Page 1 of 1

Noob question on regexp

Posted: Wed May 13, 2009 11:05 pm
by WaltBrown
Hi!

I am trying to find URLs embedded in large text files. I want to search for occurrences of "://" and "<stuff>.<stuff>.<stuff>" (three unknown chunks without spaces separated by dots to identify URLs and IP addresses that don't have "http://" appended).

Any suggestions?

Find chars "://" in field does not seem to like to search for "://", I get no results on a small test document that is full of URLs.

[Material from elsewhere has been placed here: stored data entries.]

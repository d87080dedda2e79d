// job_counts (migration 0007) must always equal count(*) of jobs per company and stage, and the
// word index must file each job in its company's range of row ids (migration 0009): checked after inserts,
// stage changes, a move to another company, renames and deletes, in random orders.
import { eq, sql } from "drizzle-orm";
import fc from "fast-check";
import { afterAll, beforeAll, describe, expect, it } from "vitest";
import { companies, houses, jobs } from "@/db/schema";
import { demoCompanyId, seedDatabase, seedId } from "@/db/seed";
import { jobStages } from "@/lib/stages";
import { createTestDb, type TestDb } from "../support/test-db";

let t: TestDb;
const other = "00000000-0000-4000-8000-0000000c0f17";
beforeAll(async () => {
  t = await createTestDb();
  await seedDatabase(t.db);
  await t.db.insert(companies).values({ id: other, name: "Other Co", slug: "other-co-counts" });
});
afterAll(() => t.cleanup());

/** Per company: the jobs the word index files in the company's range of row ids (migration 0009), and the jobs it really has. */
async function scopes() {
  const out: { company: string; indexed: number[]; real: number[] }[] = [];
  for (const company of [demoCompanyId, other]) {
    const [key] = await t.db.all<{ key: number }>(sql`select key from company_keys where company_id = ${company}`);
    const base = (key?.key ?? -1) * 2 ** 32;
    const indexed = await t.db.all<{ rowid: number }>(sql`select rowid - ${base} as rowid from job_words where rowid between ${base} and ${base + 2 ** 32 - 1} order by rowid`);
    const real = await t.db.all<{ rowid: number }>(sql`select rowid from jobs where company_id = ${company} order by rowid`);
    out.push({ company, indexed: indexed.map((r) => r.rowid), real: real.map((r) => r.rowid) });
  }
  // and nothing outside any company's range
  const [{ n }] = await t.db.all<{ n: number }>(sql`select count(*) as n from job_words`);
  const [{ m }] = await t.db.all<{ m: number }>(sql`select count(*) as m from jobs`);
  expect(n).toBe(m);
  return out;
}

async function counts() {
  const kept = await t.db.all<{ company_id: string; stage: string; n: number }>(sql`select company_id, stage, n from job_counts where n <> 0 order by company_id, stage`);
  const real = await t.db.all<{ company_id: string; stage: string; n: number }>(sql`select company_id, stage, count(*) as n from jobs group by company_id, stage order by company_id, stage`);
  return { kept, real };
}

describe("job_counts", () => {
  it("starts equal to the seeded jobs", async () => {
    const { kept, real } = await counts();
    expect(real.length).toBeGreaterThan(0);
    expect(kept).toEqual(real);
  });

  it("stays equal through random inserts, stage changes, company moves and deletes", async () => {
    const clientId = seedId("client:tansyfield");
    const [{ houseId }] = await t.db.select({ houseId: houses.id }).from(houses).where(eq(houses.clientId, clientId));
    let n = 0;
    const op = fc.oneof(
      fc.record({ kind: fc.constant("insert" as const), stage: fc.constantFrom(...jobStages) }),
      fc.record({ kind: fc.constant("stage" as const), stage: fc.constantFrom(...jobStages), pick: fc.nat() }),
      fc.record({ kind: fc.constant("move" as const), pick: fc.nat() }),
      fc.record({ kind: fc.constant("delete" as const), pick: fc.nat() }),
      fc.record({ kind: fc.constant("rename" as const), pick: fc.nat() }),
    );
    await fc.assert(
      fc.asyncProperty(fc.array(op, { minLength: 1, maxLength: 12 }), async (ops) => {
        for (const o of ops) {
          const mine = await t.db.select({ id: jobs.id, companyId: jobs.companyId }).from(jobs).where(sql`${jobs.title} like 'count test %'`);
          const target = "pick" in o && mine.length ? mine[o.pick % mine.length] : undefined;
          if (o.kind === "insert") {
            await t.db.insert(jobs).values({ companyId: demoCompanyId, number: 90_000 + n++, houseId, clientId, title: `count test ${n}`, stage: o.stage, createdById: seedId("user:owner") });
          } else if (target && o.kind === "stage") {
            await t.db.update(jobs).set({ stage: o.stage }).where(eq(jobs.id, target.id));
          } else if (target && o.kind === "move") {
            await t.db.update(jobs).set({ companyId: target.companyId === other ? demoCompanyId : other }).where(eq(jobs.id, target.id));
          } else if (target && o.kind === "delete") {
            await t.db.delete(jobs).where(eq(jobs.id, target.id));
          } else if (target && o.kind === "rename") {
            await t.db.update(jobs).set({ title: `count test renamed ${n++}` }).where(eq(jobs.id, target.id));
          }
        }
        const { kept, real } = await counts();
        expect(kept).toEqual(real);
        for (const s of await scopes()) expect(s.indexed, s.company).toEqual(s.real);
      }),
      { numRuns: 25 },
    );
  });
});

And I cannot see how to make a regexp for the dotted address given unknown chunk contents and lengths

Thanks!

Walt

Posted: Wed May 13, 2009 11:10 pm
by WaltBrown
I got the first one to work, but any suggestions for the second form would be helpful.

Thanks,
Walt

Posted: Thu May 14, 2009 12:25 pm
by bn
Walt,
I give you my shot at it:

Code: Select all

-- from the dictionary
-- offset(charsToFind,stringToSearch[,charsToSkip])

on mouseUp
   put field 1 into myVar
   put "" into tCollector
   put 0 into tCounter
   
   repeat -- repeats until first offset returns 0 i.e. not found
      
      --put offset(quote &"://",myVar,tCounter) into myHitStart -- if you start with a quote
      
      put offset("://",myVar,tCounter) into myHitStart -- without quote
      
      if myHitStart > 0 then 
         add myHitStart to tCounter
         put offset(quote,myVar, tCounter) into myEnd -- looking for next quote
         if myEnd = 0 then exit repeat -- second searchpattern not found
         
         -- select char tCounter to (tCounter + myEnd) of field 1 -- if you want to look at the selection
         -- wait 1 second -- if you want to look at the selection in field 1
         
         put char tCounter to (tCounter + myEnd) of field 1 & return after tCollector -- make list of hits
         add myEnd to tCounter
         
      else
         exit repeat
      end if
   end repeat
   if tCollector <> "" then delete last char of tCollector -- return
   put tCollector into field 2
end mouseUp
It gives you the a list of hits. Within these hits you will have to extract the things between the dots.
This will give you the stripped down version of the hits

Code: Select all

on mouseUp
   put field 2 into myTemp
   replace "://" with empty in myTemp
   -- replace quote & "://" with empty in myTemp -- if you want to have a leading quote
   
   set the itemdelimiter to "/"
   repeat with i = 1 to the number of lines of myTemp
      put item 1 of line i of myTemp into line i of myTemp
   end repeat
   put myTemp into field 2
end mouseUp
Just make 2 fields, field 1 has the source code of a html page. make two buttons and a second field. Give it a try.
regards
Bernd

Posted: Fri May 22, 2009 3:07 pm
by WaltBrown
Thanks, Bernd, I'm getting up to speed on the various flavors of regexp, especially the various need or not for some of the delimiting characters like parenthesis. You've been a great help.